(What to do)
Stop after the line with "from plant.jobs import actions as jobs"; until then, please copy every line of the records word for word from the first.

Stored data entries:

________________________________________

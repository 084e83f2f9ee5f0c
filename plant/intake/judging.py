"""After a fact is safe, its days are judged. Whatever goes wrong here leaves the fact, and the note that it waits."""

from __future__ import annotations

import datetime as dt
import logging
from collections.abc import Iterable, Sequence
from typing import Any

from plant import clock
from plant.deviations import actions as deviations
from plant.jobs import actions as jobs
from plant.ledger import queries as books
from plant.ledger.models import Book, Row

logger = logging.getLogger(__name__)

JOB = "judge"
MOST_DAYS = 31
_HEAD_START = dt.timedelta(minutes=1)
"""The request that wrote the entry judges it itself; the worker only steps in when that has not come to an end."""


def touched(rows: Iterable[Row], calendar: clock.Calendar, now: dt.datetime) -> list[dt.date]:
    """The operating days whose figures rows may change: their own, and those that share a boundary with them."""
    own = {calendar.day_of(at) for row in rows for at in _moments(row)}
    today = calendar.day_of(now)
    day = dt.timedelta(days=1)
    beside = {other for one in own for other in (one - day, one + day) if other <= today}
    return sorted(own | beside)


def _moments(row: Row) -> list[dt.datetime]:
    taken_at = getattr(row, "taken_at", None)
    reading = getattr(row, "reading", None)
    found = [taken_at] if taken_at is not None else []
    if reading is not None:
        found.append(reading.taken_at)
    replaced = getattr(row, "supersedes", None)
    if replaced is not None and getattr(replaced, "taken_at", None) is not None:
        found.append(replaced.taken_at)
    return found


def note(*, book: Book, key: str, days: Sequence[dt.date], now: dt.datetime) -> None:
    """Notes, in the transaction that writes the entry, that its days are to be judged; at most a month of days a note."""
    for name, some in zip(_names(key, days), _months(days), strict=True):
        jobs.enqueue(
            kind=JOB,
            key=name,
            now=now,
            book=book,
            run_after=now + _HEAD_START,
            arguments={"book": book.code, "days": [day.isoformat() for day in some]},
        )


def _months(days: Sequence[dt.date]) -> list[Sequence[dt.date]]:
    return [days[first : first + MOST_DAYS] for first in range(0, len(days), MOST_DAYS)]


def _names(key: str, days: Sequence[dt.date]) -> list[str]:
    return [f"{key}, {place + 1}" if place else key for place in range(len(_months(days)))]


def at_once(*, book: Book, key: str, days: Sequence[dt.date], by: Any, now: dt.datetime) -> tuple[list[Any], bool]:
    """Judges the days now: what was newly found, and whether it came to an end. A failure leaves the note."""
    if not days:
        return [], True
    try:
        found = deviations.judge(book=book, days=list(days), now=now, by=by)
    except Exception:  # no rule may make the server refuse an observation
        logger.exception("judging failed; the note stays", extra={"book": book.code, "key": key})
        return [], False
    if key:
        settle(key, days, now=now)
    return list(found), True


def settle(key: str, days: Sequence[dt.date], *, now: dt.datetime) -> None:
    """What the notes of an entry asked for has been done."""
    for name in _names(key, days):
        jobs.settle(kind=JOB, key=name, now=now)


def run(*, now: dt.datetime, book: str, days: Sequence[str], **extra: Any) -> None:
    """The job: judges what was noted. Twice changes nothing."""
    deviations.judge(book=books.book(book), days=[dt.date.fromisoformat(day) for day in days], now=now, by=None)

________________________________________

(Expected answer)
repository 084e83f2f9ee5f0c
filename plant/intake/judging.py
"""After a fact is safe, its days are judged. Whatever goes wrong here leaves the fact, and the note that it waits."""

from __future__ import annotations

import datetime as dt
import logging
from collections.abc import Iterable, Sequence
from typing import Any

from plant import clock
from plant.deviations import actions as deviations
from plant.jobs import actions as jobs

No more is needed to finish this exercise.